[REQUIREMENT]: Print verbatim every line starting at the one that contains "logger: Logger;" and ending at the final line of the records; include both endpoints.
______
/**
 * The adapter's write buffer: every point radcast writes waits here until the server confirmed
 * it. Failed sends stay buffered and are retried with capped, jittered backoff, so a store outage
 * loses nothing until a bound is hit. At a bound the oldest forecast points go first (a newer
 * forecast supersedes them anyway); scores and health points only when no forecast point is left.
 * Every drop is counted in stats() and logged (at most one warning per dropLogIntervalMs).
 *
 * Two places to wait:
 *  - memory (bound `capacity`): while the server takes every batch, points wait here only until
 *    the next send.
 *  - the durable spool (optional, bound `spoolCapacity`; a table in the state file): as soon as a
 *    send fails, when the memory bound is reached, and on close(), the waiting points move there in
 *    one transaction, and while the spool holds anything new points go straight to it (one
 *    transaction per write call). Sends then take the oldest spooled points first; a point leaves
 *    the spool only once the server confirmed it. Points left in the spool by an earlier run are
 *    sent when the next one starts, so a shutdown, a crash or a restart during an outage loses
 *    nothing; a point sent again after a crash overwrites itself in the server (same key).
 * Without a spool, the memory bound drops points and close() gives up after closeTimeoutMs.
 *
 * Points are keyed by measurement + tags + time: writing the same point again while it waits in
 * memory replaces it, just as the server would overwrite it. The spool is a log in age order
 * instead: a rewritten point is appended and both versions are sent, oldest first, so the server
 * ends with the newer one.
 */
import type { Backoff } from './backoff.ts';
import { StoreError } from './errors.ts';
import type { Logger } from './log.ts';
import type { LineKind, OutLine } from './schema.ts';
import type { PointSpool, SpooledLine } from './spool.ts';

/** Sends lines to the server; throws a StoreError when they were not (all) accepted. */
export interface LineSink {
  send(lines: string[]): Promise<void>;
}

export interface OutboxStats {
  /** Points waiting, in memory and in the spool (including the batch being sent). */
  buffered: number;
  /** Of `buffered`: points in the durable spool. */
  spooled: number;
  /** Points moved into the spool by this process (a point moved twice counts twice). */
  spooledTotal: number;
  /** Points an earlier run left in the spool that the server has confirmed since this one started. */
  replayed: number;
  /** Spool reads or writes that failed (the points stayed in memory, or stayed spooled). */
  spoolFailures: number;
  /** Failed write attempts that were (or will be) retried. */
  retries: number;
  /** Points dropped because a bound was hit, or still unsent when close() gave up without a spool. */
  dropped: number;
  /** Of `dropped`: forecast points. */
  droppedForecast: number;
  /** Points the server refused as invalid (e.g. field type conflict); retrying cannot help. */
  rejected: number;
  /** Points the server confirmed. */
  written: number;
  /** True while the last write attempt failed and points wait for a retry. */
  failing: boolean;
  /** Code and message of the last failed write attempt (null after a success). */
  lastError: { code: string; message: string } | null;
}

export interface OutboxOptions {
  sink: LineSink;
  /** Bound of points waiting in memory; beyond it they move to the spool, or (without one) the oldest are dropped. */
  capacity: number;
  /** Durable place for unconfirmed points; absent = memory only. The Outbox never closes it. */
  spool?: PointSpool;
  /** Bound of points in the spool; beyond it the oldest forecasts are dropped first. */
  spoolCapacity?: number;
  batchSize: number;
  flushIntervalMs: number;
  backoff: Backoff;
  maxRetryDelayMs: number;
  closeTimeoutMs: number;
  dropLogIntervalMs: number;
  logger: Logger;
  /** Store kind for log lines. */
  store: string;
  now: () => number;
  setTimer: (fn: () => void, ms: number) => unknown;
  clearTimer: (handle: unknown) => void;
}

interface Entry {
  key: string;
  line: string;
  kind: LineKind;
  seq: number;
  inflight: boolean;
  /** A copy of a spooled point (taken for a send); memory entries are false. */
  spooled: boolean;
}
______
[ANSWER FOR THE TASK]:
  logger: Logger;
  /** Store kind for log lines. */
  store: string;
  now: () => number;
  setTimer: (fn: () => void, ms: number) => unknown;
  clearTimer: (handle: unknown) => void;
}

interface Entry {
  key: string;
  line: string;
  kind: LineKind;
  seq: number;
  inflight: boolean;
  /** A copy of a spooled point (taken for a send); memory entries are false. */
  spooled: boolean;
}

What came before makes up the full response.